#### [YOUR GOAL]
Run through the records and show each line that includes the string "until".

#### [STUDY MATERIAL]

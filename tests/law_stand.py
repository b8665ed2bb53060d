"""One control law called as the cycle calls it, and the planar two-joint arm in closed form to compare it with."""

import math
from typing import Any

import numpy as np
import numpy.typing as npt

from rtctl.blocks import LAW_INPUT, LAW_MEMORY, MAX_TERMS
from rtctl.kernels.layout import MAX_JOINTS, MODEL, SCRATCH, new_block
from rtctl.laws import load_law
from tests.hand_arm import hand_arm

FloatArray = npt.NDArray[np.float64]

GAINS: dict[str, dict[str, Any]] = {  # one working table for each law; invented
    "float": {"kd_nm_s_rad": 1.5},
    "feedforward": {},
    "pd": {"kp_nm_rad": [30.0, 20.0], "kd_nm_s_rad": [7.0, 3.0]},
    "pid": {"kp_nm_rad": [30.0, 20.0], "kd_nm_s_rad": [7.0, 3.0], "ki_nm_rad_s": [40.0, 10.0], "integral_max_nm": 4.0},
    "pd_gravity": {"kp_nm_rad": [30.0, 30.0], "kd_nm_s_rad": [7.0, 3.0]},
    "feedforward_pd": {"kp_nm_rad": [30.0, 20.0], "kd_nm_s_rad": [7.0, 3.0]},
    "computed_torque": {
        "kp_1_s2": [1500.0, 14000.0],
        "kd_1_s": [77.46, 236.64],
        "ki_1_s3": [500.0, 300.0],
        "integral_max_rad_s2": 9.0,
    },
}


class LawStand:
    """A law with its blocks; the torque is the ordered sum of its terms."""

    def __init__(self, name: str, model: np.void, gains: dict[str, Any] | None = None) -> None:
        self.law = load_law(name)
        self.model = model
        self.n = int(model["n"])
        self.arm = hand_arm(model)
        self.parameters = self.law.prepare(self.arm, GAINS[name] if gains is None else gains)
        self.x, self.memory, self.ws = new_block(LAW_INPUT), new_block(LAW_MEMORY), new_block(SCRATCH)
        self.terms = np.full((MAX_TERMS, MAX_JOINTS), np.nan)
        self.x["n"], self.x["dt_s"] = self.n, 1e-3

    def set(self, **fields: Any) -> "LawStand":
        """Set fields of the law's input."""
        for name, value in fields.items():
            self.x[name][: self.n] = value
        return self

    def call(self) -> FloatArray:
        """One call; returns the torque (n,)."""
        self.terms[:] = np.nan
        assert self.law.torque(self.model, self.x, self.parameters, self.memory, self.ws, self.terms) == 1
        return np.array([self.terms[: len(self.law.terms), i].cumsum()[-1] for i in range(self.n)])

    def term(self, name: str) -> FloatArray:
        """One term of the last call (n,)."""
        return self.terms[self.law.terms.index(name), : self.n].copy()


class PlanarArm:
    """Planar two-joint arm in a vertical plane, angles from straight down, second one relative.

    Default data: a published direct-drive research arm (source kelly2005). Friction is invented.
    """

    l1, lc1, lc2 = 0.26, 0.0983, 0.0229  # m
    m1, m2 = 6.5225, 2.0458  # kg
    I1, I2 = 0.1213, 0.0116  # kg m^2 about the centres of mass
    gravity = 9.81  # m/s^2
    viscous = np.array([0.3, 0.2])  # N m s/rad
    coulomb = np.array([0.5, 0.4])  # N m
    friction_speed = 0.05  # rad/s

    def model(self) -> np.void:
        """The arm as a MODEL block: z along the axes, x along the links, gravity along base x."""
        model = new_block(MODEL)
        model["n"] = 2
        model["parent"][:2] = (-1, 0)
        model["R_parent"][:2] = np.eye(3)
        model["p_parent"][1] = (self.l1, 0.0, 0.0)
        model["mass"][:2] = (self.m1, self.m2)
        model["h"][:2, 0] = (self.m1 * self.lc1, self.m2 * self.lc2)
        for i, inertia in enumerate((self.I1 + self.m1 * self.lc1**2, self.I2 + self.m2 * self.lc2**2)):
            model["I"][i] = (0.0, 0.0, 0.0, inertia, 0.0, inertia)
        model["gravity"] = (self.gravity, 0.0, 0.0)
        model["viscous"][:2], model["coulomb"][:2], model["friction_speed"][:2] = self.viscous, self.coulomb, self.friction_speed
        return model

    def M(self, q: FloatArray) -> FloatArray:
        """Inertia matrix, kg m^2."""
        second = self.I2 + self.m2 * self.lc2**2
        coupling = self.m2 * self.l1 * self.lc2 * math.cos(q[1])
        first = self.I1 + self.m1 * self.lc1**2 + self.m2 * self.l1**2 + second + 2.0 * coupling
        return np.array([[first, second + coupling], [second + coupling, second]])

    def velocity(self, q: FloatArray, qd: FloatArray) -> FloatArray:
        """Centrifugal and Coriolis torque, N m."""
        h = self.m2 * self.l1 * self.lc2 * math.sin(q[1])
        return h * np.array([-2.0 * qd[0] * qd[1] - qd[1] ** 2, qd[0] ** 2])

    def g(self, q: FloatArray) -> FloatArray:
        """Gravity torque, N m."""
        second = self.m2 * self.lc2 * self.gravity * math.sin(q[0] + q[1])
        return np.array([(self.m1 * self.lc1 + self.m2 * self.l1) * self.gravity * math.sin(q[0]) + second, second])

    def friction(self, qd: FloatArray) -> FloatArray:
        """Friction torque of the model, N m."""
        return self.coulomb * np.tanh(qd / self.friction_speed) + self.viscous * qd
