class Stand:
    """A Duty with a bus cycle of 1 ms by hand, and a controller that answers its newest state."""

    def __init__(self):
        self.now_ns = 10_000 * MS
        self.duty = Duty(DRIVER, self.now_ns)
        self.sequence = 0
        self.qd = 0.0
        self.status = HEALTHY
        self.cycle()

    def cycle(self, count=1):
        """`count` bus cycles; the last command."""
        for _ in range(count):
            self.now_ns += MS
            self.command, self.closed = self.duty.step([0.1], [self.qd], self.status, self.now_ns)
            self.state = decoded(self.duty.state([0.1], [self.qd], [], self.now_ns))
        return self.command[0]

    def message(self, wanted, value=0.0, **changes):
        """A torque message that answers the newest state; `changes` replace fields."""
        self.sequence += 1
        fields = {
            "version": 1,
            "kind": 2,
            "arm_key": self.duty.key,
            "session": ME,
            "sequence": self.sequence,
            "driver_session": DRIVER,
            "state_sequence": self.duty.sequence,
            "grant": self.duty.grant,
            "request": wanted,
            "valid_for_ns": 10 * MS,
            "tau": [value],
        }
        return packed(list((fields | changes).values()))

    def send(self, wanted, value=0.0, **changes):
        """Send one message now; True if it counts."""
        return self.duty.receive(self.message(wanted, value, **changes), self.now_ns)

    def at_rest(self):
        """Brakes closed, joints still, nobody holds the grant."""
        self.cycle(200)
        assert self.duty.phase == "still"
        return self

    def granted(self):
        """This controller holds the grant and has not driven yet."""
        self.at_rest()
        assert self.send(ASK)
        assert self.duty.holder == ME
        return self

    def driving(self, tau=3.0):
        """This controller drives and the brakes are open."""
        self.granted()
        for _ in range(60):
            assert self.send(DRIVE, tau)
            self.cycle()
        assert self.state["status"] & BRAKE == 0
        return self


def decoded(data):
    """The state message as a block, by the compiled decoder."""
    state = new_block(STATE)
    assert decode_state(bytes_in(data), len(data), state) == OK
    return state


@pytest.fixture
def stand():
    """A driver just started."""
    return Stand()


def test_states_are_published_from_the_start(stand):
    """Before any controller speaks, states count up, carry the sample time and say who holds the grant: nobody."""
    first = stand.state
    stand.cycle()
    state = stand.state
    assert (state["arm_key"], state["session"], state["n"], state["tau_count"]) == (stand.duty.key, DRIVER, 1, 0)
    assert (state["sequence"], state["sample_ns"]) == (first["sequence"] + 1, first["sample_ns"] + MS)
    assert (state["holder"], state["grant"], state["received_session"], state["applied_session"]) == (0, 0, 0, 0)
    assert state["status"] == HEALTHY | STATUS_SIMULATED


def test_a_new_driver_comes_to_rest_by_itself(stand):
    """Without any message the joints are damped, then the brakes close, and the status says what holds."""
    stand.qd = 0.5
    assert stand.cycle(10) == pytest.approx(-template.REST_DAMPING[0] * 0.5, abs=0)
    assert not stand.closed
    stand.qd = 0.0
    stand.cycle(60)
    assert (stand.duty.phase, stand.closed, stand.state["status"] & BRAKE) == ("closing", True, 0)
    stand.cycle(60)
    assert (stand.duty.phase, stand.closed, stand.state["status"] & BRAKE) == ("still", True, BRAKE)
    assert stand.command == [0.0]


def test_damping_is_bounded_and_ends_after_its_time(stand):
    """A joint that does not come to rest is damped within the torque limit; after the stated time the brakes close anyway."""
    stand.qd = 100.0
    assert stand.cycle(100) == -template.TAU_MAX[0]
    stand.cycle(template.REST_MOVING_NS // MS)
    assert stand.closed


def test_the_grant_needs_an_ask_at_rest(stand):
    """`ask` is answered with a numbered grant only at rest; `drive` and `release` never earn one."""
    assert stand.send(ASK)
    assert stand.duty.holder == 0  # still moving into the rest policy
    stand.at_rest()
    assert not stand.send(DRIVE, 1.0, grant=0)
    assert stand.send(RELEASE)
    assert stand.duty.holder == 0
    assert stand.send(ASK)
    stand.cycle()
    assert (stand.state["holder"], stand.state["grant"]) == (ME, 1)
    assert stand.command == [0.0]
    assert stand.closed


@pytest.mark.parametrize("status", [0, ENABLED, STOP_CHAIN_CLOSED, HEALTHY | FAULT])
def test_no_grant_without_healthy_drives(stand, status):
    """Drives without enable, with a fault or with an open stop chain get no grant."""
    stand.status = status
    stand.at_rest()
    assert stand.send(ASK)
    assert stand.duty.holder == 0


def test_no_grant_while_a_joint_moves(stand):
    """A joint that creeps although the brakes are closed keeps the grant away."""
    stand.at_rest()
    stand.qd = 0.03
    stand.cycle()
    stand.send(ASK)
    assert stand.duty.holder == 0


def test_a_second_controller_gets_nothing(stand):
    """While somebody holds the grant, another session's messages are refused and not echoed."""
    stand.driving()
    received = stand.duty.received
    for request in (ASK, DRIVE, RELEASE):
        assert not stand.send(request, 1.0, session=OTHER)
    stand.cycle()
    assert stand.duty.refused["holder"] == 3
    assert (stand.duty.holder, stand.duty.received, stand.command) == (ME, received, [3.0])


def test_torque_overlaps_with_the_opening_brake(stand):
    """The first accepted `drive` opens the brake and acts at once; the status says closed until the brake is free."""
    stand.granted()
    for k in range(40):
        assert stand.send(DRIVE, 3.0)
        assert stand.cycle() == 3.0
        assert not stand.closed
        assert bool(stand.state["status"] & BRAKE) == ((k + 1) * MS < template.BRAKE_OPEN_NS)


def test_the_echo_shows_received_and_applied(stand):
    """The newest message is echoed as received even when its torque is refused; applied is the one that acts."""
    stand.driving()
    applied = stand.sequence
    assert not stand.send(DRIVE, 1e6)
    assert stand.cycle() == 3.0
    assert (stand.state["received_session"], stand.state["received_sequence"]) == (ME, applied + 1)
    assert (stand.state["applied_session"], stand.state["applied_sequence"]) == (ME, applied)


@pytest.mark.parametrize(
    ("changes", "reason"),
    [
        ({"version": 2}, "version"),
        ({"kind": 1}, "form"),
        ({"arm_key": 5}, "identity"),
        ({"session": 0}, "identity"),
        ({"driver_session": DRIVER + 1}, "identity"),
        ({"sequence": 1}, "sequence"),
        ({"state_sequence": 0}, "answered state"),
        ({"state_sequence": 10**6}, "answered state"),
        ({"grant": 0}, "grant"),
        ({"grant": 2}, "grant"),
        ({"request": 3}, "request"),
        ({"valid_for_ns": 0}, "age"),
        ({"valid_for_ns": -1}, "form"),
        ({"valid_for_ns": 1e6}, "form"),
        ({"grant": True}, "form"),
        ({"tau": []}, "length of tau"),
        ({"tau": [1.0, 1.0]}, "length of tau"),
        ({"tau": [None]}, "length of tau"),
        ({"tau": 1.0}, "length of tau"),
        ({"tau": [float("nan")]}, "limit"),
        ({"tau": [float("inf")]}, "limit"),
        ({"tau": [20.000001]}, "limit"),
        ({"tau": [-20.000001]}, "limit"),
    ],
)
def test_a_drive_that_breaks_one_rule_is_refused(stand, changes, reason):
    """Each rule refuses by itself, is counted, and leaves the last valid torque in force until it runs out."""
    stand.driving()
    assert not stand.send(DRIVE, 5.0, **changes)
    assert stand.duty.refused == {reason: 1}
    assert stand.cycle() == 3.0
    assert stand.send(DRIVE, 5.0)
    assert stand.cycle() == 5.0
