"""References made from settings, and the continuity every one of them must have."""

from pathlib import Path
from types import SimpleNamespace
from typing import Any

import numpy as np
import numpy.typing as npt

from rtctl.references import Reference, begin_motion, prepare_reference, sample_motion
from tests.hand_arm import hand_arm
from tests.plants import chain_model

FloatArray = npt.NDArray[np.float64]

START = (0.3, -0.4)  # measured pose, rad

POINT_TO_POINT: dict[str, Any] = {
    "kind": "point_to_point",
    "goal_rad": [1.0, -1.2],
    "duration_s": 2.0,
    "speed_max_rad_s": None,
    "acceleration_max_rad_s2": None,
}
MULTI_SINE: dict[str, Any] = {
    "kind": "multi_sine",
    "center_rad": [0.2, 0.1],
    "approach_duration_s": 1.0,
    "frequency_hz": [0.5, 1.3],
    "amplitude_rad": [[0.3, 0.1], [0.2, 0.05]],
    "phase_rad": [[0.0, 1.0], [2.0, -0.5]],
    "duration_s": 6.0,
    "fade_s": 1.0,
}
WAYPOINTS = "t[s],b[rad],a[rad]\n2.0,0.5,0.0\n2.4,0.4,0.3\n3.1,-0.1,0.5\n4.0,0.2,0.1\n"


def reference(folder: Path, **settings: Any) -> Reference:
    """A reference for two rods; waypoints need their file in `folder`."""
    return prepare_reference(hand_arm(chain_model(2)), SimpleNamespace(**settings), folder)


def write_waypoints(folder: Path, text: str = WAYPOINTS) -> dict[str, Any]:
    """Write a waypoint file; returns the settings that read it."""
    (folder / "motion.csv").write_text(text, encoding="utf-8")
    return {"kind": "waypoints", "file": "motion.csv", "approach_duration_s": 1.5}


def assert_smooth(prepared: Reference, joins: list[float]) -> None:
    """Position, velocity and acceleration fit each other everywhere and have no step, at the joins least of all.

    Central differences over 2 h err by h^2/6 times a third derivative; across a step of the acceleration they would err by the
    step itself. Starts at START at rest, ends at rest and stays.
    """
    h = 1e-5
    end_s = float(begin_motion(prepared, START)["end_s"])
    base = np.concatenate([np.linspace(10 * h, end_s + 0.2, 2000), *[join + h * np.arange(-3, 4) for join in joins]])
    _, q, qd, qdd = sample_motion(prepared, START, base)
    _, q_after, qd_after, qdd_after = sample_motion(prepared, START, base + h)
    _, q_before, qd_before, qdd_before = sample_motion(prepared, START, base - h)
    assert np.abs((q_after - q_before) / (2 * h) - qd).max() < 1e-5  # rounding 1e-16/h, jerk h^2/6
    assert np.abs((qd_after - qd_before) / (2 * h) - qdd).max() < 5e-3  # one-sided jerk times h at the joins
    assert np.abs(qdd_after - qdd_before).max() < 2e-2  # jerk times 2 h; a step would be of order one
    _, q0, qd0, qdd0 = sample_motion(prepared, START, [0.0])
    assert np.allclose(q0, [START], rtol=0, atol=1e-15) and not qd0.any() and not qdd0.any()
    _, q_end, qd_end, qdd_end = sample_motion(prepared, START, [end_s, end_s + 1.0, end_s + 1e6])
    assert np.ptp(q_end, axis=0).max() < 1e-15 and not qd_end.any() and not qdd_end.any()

#### [ANSWER BOX]
    """The first accepted `drive` opens the brake and acts at once; the status says closed until the brake is free."""
    """Each rule refuses by itself, is counted, and leaves the last valid torque in force until it runs out."""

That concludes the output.